Chest is pathetic, legs are inbetween


----------



## jord222 (Sep 13, 2012)

Can also do 10 x 120kg seated calf raise

Itz just my lower body in general is much stronger than upper body.


----------



## mikeod (Jan 20, 2012)

WilsonR6 said:


> Back seems to be my strongest
> 
> Chest is pathetic, legs are inbetween


you say that but id be surprised if you went for a true max effort squat, and your legs give in before your back


----------



## 1010AD (May 30, 2009)

Its my jaw muscle i'm not sure pound for pressure but i know for its the strongest in the body


----------



## ItsaSecret (May 28, 2012)

quads and triceps.

atg squatted 140x13 and 195x1 before

flat bench my record is 120x11 wide grip, and my close grip record is 125x10, go figure?

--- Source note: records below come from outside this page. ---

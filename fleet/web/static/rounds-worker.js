/* The rounds app's service worker: keeps the round pages, their rules and their assets on the device, so a route
   opened once can be walked with no signal. Everything comes from this site; nothing from the internet.

   Pages and rules: the network first (fresh "last reading" and token when there is signal), the kept copy when
   there is none. Writes are never touched here: readings wait in the page's IndexedDB queue (rounds-offline.js). */

const CACHE = "fleet-rounds-1";
const ASSETS = [
  "/static/fleet.css", "/static/pumps.css", "/static/print.js", "/static/rounds-offline.js",
  "/static/rounds.webmanifest", "/static/rounds-icon.svg",
];  // public files only: the pages need a signed-in user, so the pages themselves ask to be kept (message below)

self.addEventListener("install", (event) => {
  event.waitUntil(caches.open(CACHE).then((cache) => cache.addAll(ASSETS)).then(() => self.skipWaiting()));
});

self.addEventListener("activate", (event) => {
  event.waitUntil(caches.keys()
    .then((names) => Promise.all(names.filter((n) => n.startsWith("fleet-rounds-") && n !== CACHE)
      .map((n) => caches.delete(n))))
    .then(() => self.clients.claim()));
});

// A page asks for the other stops of its route (and their rules) to be kept while there is signal.
self.addEventListener("message", (event) => {
  const urls = event.data && event.data.keep;
  if (!Array.isArray(urls)) return;
  const own = urls.filter((url) => new URL(url, self.location.origin).origin === self.location.origin);
  const reply = event.ports && event.ports[0];
  event.waitUntil(caches.open(CACHE).then((cache) => Promise.all(own.map((url) =>
    fetch(url, {credentials: "same-origin"}).then((response) => keepable(response) && cache.put(url, response)
      .then(() => true)).catch(() => false))))
    .then((done) => reply && reply.postMessage({kept: done.filter(Boolean).length, asked: own.length})));
});

function keepable(response) {
  // Only a page really served: not a redirect to the sign-in page, not an error.
  return response && response.ok && !response.redirected && response.type === "basic";
}

function kept(path) {
  return path === "/rounds" || path.startsWith("/rounds/") || path.startsWith("/static/");
}

self.addEventListener("fetch", (event) => {
  const request = event.request;
  const url = new URL(request.url);
  if (request.method !== "GET" || url.origin !== self.location.origin || !kept(url.pathname)
      || url.pathname === "/rounds/session.json") {
    return;  // the browser fetches it as usual
  }
  event.respondWith(fetch(request).then((response) => {
    if (keepable(response)) {
      const copy = response.clone();
      caches.open(CACHE).then((cache) => cache.put(request, copy));
    }
    return response;
  }).catch(() => caches.open(CACHE).then((cache) => cache.match(request)).then((found) => found
    || new Response("<!doctype html><title>No signal</title><p>No signal, and this page was not opened here " +
      "before. Open a route you opened with signal, or try again when the connection is back.</p>",
    {status: 503, headers: {"Content-Type": "text/html; charset=utf-8"}}))));
});
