/// Read a file, refusing anything larger than a recipe can be before reading it, and
/// anything that is not a regular file (without blocking on a FIFO: it is opened
/// non-blocking and looked at before a byte is read).
pub fn read_limited(path: &Path) -> Result<String, LibraryError> {
    read_regular(path, MAX_RECIPE_BYTES)
}

/// What `-` stands for in messages: a recipe or record read from standard input.
pub const STANDARD_INPUT: &str = "standard input";

/// A recipe or record given as `-`: standard input read whole, refused when it is a
/// terminal (nothing was piped in), larger than a recipe can be, or not UTF-8 text.
pub fn read_standard_input() -> Result<String, String> {
    use std::io::{IsTerminal, Read};
    let stdin = std::io::stdin();
    if stdin.is_terminal() {
        return Err("`-` reads the file from standard input, which is a terminal here: pipe or redirect \
                    the file in, e.g. `fillwright plan - < recipe.ron`"
            .into());
    }
    let mut bytes = Vec::new();
    stdin
        .lock()
        .take(MAX_RECIPE_BYTES as u64 + 1)
        .read_to_end(&mut bytes)
        .map_err(|e| format!("{STANDARD_INPUT} could not be read: {e}"))?;
    if bytes.len() > MAX_RECIPE_BYTES {
        return Err(format!(
            "{STANDARD_INPUT} holds more than {} KiB; a recipe or record is far smaller",
            MAX_RECIPE_BYTES / 1024
        ));
    }
    String::from_utf8(bytes).map_err(|_| format!("{STANDARD_INPUT} is not UTF-8 text; it must be a RON text file"))
}

/// As [`read_limited`], for files of at most `limit` bytes (settings, catalogues).
pub fn read_regular(path: &Path, limit: usize) -> Result<String, LibraryError> {
    use std::io::Read;
    use std::os::unix::fs::OpenOptionsExt;
    let mut file =
        std::fs::OpenOptions::new().read(true).custom_flags(libc::O_NONBLOCK).open(path).map_err(io(path))?;
    let meta = file.metadata().map_err(io(path))?;
    kind_allowed(&meta).map_err(|why| LibraryError::Unsafe { path: path.to_path_buf(), why })?;
    if meta.len() > limit as u64 {
        return Err(LibraryError::TooLarge { path: path.to_path_buf(), size: meta.len() });
    }
    let mut bytes = Vec::with_capacity(meta.len() as usize);
    file.by_ref().take(limit as u64 + 1).read_to_end(&mut bytes).map_err(io(path))?;
    if bytes.len() > limit {
        return Err(LibraryError::TooLarge { path: path.to_path_buf(), size: bytes.len() as u64 });
    }
    String::from_utf8(bytes).map_err(|_| LibraryError::Unsafe {
        path: path.to_path_buf(),
        why: "is not UTF-8 text; it must be a RON text file".into(),
    })
}

/// An advisory lock (`flock`) on a lock file, released when dropped or when the process
/// ends, however it ends.
#[derive(Debug)]
pub struct Lock {
    _file: std::fs::File,
    /// Locks held with this one (the library's shared lock), released with it.
    also: Vec<Lock>,
}

impl Lock {
    fn take(path: &Path, mode: libc::c_int) -> Result<Lock, LibraryError> {
        use std::os::fd::AsRawFd;
        use std::os::unix::fs::OpenOptionsExt;
        let file = std::fs::OpenOptions::new()
            .read(true)
            .write(true)
            .create(true)
            .truncate(false)
            .mode(0o644)
            .custom_flags(libc::O_NOFOLLOW | libc::O_NONBLOCK)
            .open(path)
            .map_err(io(path))?;
        loop {
            // SAFETY: flock on a descriptor we own; it only takes or waits for the lock.
            if unsafe { libc::flock(file.as_raw_fd(), mode) } == 0 {
                return Ok(Lock { _file: file, also: Vec::new() });
            }
            let e = std::io::Error::last_os_error();
            if e.kind() != std::io::ErrorKind::Interrupted {
                return Err(LibraryError::Io { path: path.to_path_buf(), source: e });
            }
        }
    }
}
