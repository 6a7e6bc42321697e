//! The fill record: what actually went into one cylinder, and the composition it made.
//!
//! A record is a RON file per filled cylinder. Its weighings are the readings of the scale
//! before the first addition and after each; its additions name the source of each
//! addition as an analysis with uncertainties (see [`analysis`]) and may carry the pressure
//! reading and cylinder temperature at the end of the addition. The composition made and
//! its uncertainty follow in [`composition`] with the engine of [`uncertainty`]. This room
//! is pure: source look-ups (the source library, other records) come in as a closure.

pub mod analysis;
pub mod buoyancy;
pub mod composition;
pub mod correct;
pub mod uncertainty;

use nalgebra::DMatrix;
use serde::{Deserialize, Serialize};

use crate::gas::Catalogue;
use crate::mixture::Composition;
use crate::thermo::Model;
use crate::units::{self, AmountInput, STANDARD_AMBIENT_PA};
use analysis::Analysis;
pub use composition::composition_from_masses;

/// The record file format this program reads and writes.
pub const FORMAT: u32 = 1;

/// One addition as recorded.
#[derive(Debug, Clone, PartialEq, Serialize, Deserialize, Default)]
#[serde(deny_unknown_fields)]
pub struct Addition {
    /// The source: an analysis as a mix spec with uncertainties (`N2=balance,O2=<2ppm`),
    /// `@NAME` for an entry of the source library, or `record:ID` for a premix whose own
    /// fill record gives its certified composition.
    pub source: String,
    /// The source cylinder or lot, as the bench names it.
    #[serde(default, skip_serializing_if = "Option::is_none")]
    pub source_name: Option<String>,
    /// Pressure reading at the end of the addition (`155.5bar`, `154.5barg`).
    #[serde(default, skip_serializing_if = "Option::is_none")]
    pub pressure: Option<String>,
    /// Cylinder temperature at that moment (`21.5C`).
    #[serde(default, skip_serializing_if = "Option::is_none")]
    pub temperature: Option<String>,
    /// When the addition ended (UTC, RFC 3339).
    #[serde(default, skip_serializing_if = "Option::is_none")]
    pub time: Option<String>,
    #[serde(default, skip_serializing_if = "Option::is_none")]
    pub note: Option<String>,
}

/// A fill record file.
#[derive(Debug, Clone, PartialEq, Serialize, Deserialize)]
#[serde(deny_unknown_fields)]
pub struct Record {
    pub format: u32,
    /// Revision of this record: 0 never saved, then +1 per save (a correction is a revision).
    #[serde(default)]
    pub revision: u64,
    #[serde(default, skip_serializing_if = "Option::is_none")]
    pub saved: Option<String>,
    #[serde(default, skip_serializing_if = "Option::is_none")]
    pub change_note: Option<String>,
    /// The recipe filled: its library name.
    pub recipe: String,
    /// Its revision when the fill started.
    #[serde(default)]
    pub recipe_revision: u64,
    /// SHA-256 of that revision's canonical text, hex.
    #[serde(default, skip_serializing_if = "Option::is_none")]
    pub recipe_sha256: Option<String>,
    /// Serial of the filled cylinder.
    pub cylinder: String,
    /// Its water capacity (needed for a record of pressure readings).
    #[serde(default, skip_serializing_if = "Option::is_none")]
    pub water_capacity: Option<String>,
    /// The customer (free text); the order reference is the recipe's.
    #[serde(default, skip_serializing_if = "String::is_empty")]
    pub customer: String,
    /// Who filled it.
    #[serde(default)]
    pub operator: String,
    /// The balance: identity and calibration, as the lab's quality system names it.
    #[serde(default)]
    pub balance: String,
    /// When the fill started and ended (UTC).
    #[serde(default, skip_serializing_if = "Option::is_none")]
    pub started: Option<String>,
    #[serde(default, skip_serializing_if = "Option::is_none")]
    pub finished: Option<String>,
    /// Standard uncertainty of one scale reading (`0.010g`).
    pub scale_uncertainty: String,
    /// Standard uncertainty of one pressure reading (record of pressure readings only).
    #[serde(default, skip_serializing_if = "Option::is_none")]
    pub pressure_uncertainty: Option<String>,
    /// Standard uncertainty of one cylinder-temperature reading (`0.5K`).
    #[serde(default, skip_serializing_if = "Option::is_none")]
    pub temperature_uncertainty: Option<String>,
    /// Model for a record of pressure readings; default as for plans.
    #[serde(default, skip_serializing_if = "Option::is_none")]
    pub model: Option<Model>,
    /// Ambient pressure for gauge readings; default 1.01325 bar.
    #[serde(default, skip_serializing_if = "Option::is_none")]
    pub ambient: Option<String>,
    /// Scale readings: before the first addition, then after each.
    #[serde(default)]
    pub weighings: Vec<String>,
    #[serde(default)]
    pub additions: Vec<Addition>,
    /// The air at each weighing (or one entry for all), for the buoyancy correction.
    #[serde(default, skip_serializing_if = "Vec::is_empty")]
    pub air: Vec<AirLine>,
    /// The cylinder's outer (displaced) volume, `13.6L` or `13.6L±0.1L`.
    #[serde(default, skip_serializing_if = "Option::is_none")]
    pub cylinder_outer_volume: Option<String>,
    /// Substitution weighing: the reference cylinder's scale reading beside each weighing.
    #[serde(default, skip_serializing_if = "Vec::is_empty")]
    pub reference_weighings: Vec<String>,
    /// The reference cylinder's outer volume (`13.5L±0.05L`), for the buoyancy on the
    /// difference; without it the two cylinders are taken as alike.
    #[serde(default, skip_serializing_if = "Option::is_none")]
    pub reference_outer_volume: Option<String>,
    /// Standard uncertainties of the air readings (defaults in [`buoyancy`]).
    #[serde(default, skip_serializing_if = "Option::is_none")]
    pub air_uncertainty: Option<AirLine>,
    /// Corrections made to entries after they were recorded, oldest first (the entries as
    /// they were are also in the record's revisions).
    #[serde(default, skip_serializing_if = "Vec::is_empty")]
    pub corrections: Vec<Correction>,
    #[serde(default)]
    pub notes: String,
}

/// One correction of a recorded entry: what it was, what it is now (empty when withdrawn),
/// and why.
#[derive(Debug, Clone, PartialEq, Serialize, Deserialize)]
#[serde(deny_unknown_fields)]
pub struct Correction {
    /// When it was made (UTC, RFC 3339).
    pub time: String,
    /// The entry: `weighing 2`, `addition 3 pressure`, `addition 3 temperature`,
    /// `addition 3 source`.
    pub entry: String,
    pub was: String,
    #[serde(default)]
    pub now: String,
    pub reason: String,
}

/// Air conditions as written: `(temperature: "20.4C", pressure: "1012.3hPa", humidity: "41%")`.
#[derive(Debug, Clone, PartialEq, Serialize, Deserialize)]
#[serde(deny_unknown_fields)]
pub struct AirLine {
    pub temperature: String,
    pub pressure: String,
    pub humidity: String,
}

/// The buoyancy correction read into numbers.
#[derive(Debug, Clone, PartialEq)]
pub struct BuoyancyInputs {
    /// Air density (kg/m³) and its standard uncertainty: one per weighing, or one for all.
    pub densities: Vec<(f64, f64)>,
    /// The cylinder's outer volume and its standard uncertainty, L (in a substitution
    /// weighing, the cylinder's less the reference cylinder's).
    pub volume_l: (f64, f64),
    pub substitution: bool,
}

/// A record problem, placed in its file.
#[derive(Debug, Clone, PartialEq, thiserror::Error)]
#[error("{origin}:{line}:{column}: {message}")]
pub struct RecordError {
    pub origin: String,
    pub line: usize,
    pub column: usize,
    pub message: String,
}

/// A source resolved into numbers.
#[derive(Debug, Clone, PartialEq)]
pub enum SourceInput {
    /// An analysis: each non-balance amount is an independent input.
    Analysis(Analysis),
    /// A certified composition (a premix with its own record): fractions of every gas
    /// with their covariance.
    Certified { gases: Vec<usize>, fractions: Vec<f64>, covariance: DMatrix<f64> },
}

impl SourceInput {
    /// Gases and estimated mole fractions.
    pub fn composition(&self) -> Composition {
        match self {
            SourceInput::Analysis(a) => {
                Composition { gases: a.lines.iter().map(|l| l.gas).collect(), fractions: a.fractions() }
            }
            SourceInput::Certified { gases, fractions, .. } => {
                Composition { gases: gases.clone(), fractions: fractions.clone() }
            }
        }
    }
}

/// One addition read into numbers.
#[derive(Debug, Clone, PartialEq)]
pub struct CheckedAddition {
    /// How the source was written (its spec or reference).
    pub written: String,
    /// Cylinder or lot of the source, if recorded.
    pub source_name: Option<String>,
    pub source: SourceInput,
    /// Pressure reading, Pa absolute, and cylinder temperature, K, if both were recorded.
    pub reading: Option<(f64, f64)>,
}

/// How the composition follows from the record.
#[derive(Debug, Clone, Copy, PartialEq, Eq)]
pub enum Method {
    /// From the masses (ISO 6142-1).
    Gravimetric,
    /// From the pressure readings under an equation of state (no weighings).
    Manometric,
}

/// A record read into numbers and checked.
#[derive(Debug, Clone, PartialEq)]
pub struct Checked {
    pub method: Method,
    pub scale_u_g: f64,
    pub weighings_g: Vec<f64>,
    /// Substitution weighing: the reference cylinder's reading beside each weighing, g.
    pub reference_weighings_g: Vec<f64>,
    pub additions: Vec<CheckedAddition>,
    /// Additions complete enough to enter the composition (weighed, or with a reading).
    pub complete: usize,
    pub pressure_u_pa: f64,
    pub temperature_u_k: f64,
    pub volume_m3: Option<f64>,
    /// The air-buoyancy correction of the weighings, where the record gives the air.
    pub buoyancy: Option<BuoyancyInputs>,
}

impl Checked {
    /// Scale reading `k` less the reference cylinder's beside it (the reading alone in a
    /// direct weighing), g: differences of these are the masses added.
    pub fn net_g(&self, k: usize) -> Option<f64> {
        let w = self.weighings_g.get(k)?;
        Some(w - self.reference_weighings_g.get(k).copied().unwrap_or(0.0))
    }
}

/// Default standard uncertainty of a pressure reading: 0.05 bar, half the 0.1 bar
/// resolution of the gauge the plan assumes (common practice, no source).
pub const DEFAULT_PRESSURE_U_PA: f64 = 0.05e5;
/// Default standard uncertainty of a cylinder-temperature reading: 0.5 K (common
/// practice, no source: a contact thermometer on a cylinder wall).
pub const DEFAULT_TEMPERATURE_U_K: f64 = 0.5;
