/// The fields of a recipe, in screen order.
pub fn fields(r: &Recipe) -> Vec<Field> {
    let mut f = vec![Field::Name, Field::Description, Field::Order];
    for i in 0..r.components.len() {
        f.push(Field::Component(i));
        f.push(Field::Tolerance(i));
    }
    f.push(Field::AddComponent);
    f.extend([
        Field::WaterCapacity,
        Field::WorkingPressure,
        Field::TestPressure,
        Field::Tare,
        Field::Serial,
        Field::FillKind,
        Field::FillValue,
        Field::ReferenceTemperature,
        Field::FillTemperature,
        Field::Ambient,
        Field::BeforeFill,
        Field::Model,
    ]);
    for i in 0..r.sources.len() {
        f.push(Field::Source(i));
    }
    f.extend([Field::AddSource, Field::FillOrder, Field::Notes]);
    f
}

/// What the screen shows that needs computing, recomputed after every edit.
#[derive(Debug, Clone)]
pub struct Computed {
    /// The order read from the recipe, or why it cannot be.
    pub order: Result<Order, String>,
    pub plan: Result<Plan, String>,
    /// Screening results (computed when the recipe plans).
    pub checks: Option<Vec<Check>>,
    /// Z against pressure for every model at the reference temperature: (model, points).
    pub z_curves: Vec<(Eos, Vec<(f64, f64)>)>,
    /// What the plan, the screening and the curves depend on: the recipe without its
    /// names, notes, serial and tare, and the settings. An edit that leaves it unchanged
    /// reuses them.
    pub key: String,
    /// Whether the last update reused them.
    pub reused: bool,
    /// Stopping at each model's readings, judged by the plan's model and the reference:
    /// made when the Models view is shown (the screen's plan leaves it out for speed).
    /// With the plan gases' ids, in the plan's order.
    pub following: Option<(Vec<String>, Vec<crate::plan::Following>)>,
    /// The phases (step flags, the condensation check) are Peng–Robinson's quick estimate,
    /// shown until the reference equations' answer, computed beside, replaces them.
    pub phases_estimated: bool,
}

/// The one-thread pool the screen's estimate runs in: on two cores the whole recompute
/// runs beside it (on the shared pool), and work split across a pool's idle workers costs
/// their spinning as well (docs/speed.md has the figures: less CPU for a little more wall
/// time). The joins inside run one after the other. None where the system gives no thread
/// (the estimate then runs where it is asked for).
fn estimate_pool() -> Option<&'static rayon::ThreadPool> {
    static POOL: std::sync::OnceLock<Option<rayon::ThreadPool>> = std::sync::OnceLock::new();
    POOL.get_or_init(|| {
        rayon::ThreadPoolBuilder::new().num_threads(1).thread_name(|_| "fillwright-estimate".into()).build().ok()
    })
    .as_ref()
}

that being said, my chest is absolute **** lol


----------



## MattGriff (Aug 21, 2012)

jord222 said:


> Just curious as to which of your muscles are stronger than they should be in line with the rest?
> 
> Mile is simply legs, i can do (as deep as you can!) leg press @ 10reps @ 300kg.........
> 
> But i bench 10 @ 80kg, curl 10 x 12.5kg etc


Leg press is about as good an indicator of leg strength as going for a run.


----------



## jonneymendoza (Oct 30, 2012)

My back is weak as i Slough all day and can't keep my back straight. Any advice on what exercise in can do to improve my posture?


----------



## 12 gauge (Jul 16, 2011)

MattGriff said:


> Leg press is about as good an indicator of leg strength as going for a run.


In case you missed it he also said he "Can also do 10 x 120kg seated calf raise" :rolleye:


----------



## MattGriff (Aug 21, 2012)

12 gauge said:


> In case you missed it he also said he "Can also do 10 x 120kg seated calf raise" :rolleye:


I missed it, feelsbadman


----------



## monkeybiker (Jul 21, 2010)

MattGriff said:


> Leg press is about as good an indicator of leg strength as going for a run.


Why?

If your legs are moving the weight then stronger legs would move more weight?


----------



## Ricky12345 (Jun 13, 2012)

Chest I'd say and legs


----------



## Elvis82 (Mar 23, 2012)

Legs and back strongest. Chest weakest.


----------



## guvnor82 (Oct 23, 2011)

Not sure to be honest here's few of my lifts nothing really stands out.

Deads 230x1

Squats 180x1

Bench 140x5/6

Db shoulder press 42.5x10


----------



## Jim78 (Aug 20, 2010)

monkeybiker said:


> Why?
> 
> If your legs are moving the weight then stronger legs would move more weight?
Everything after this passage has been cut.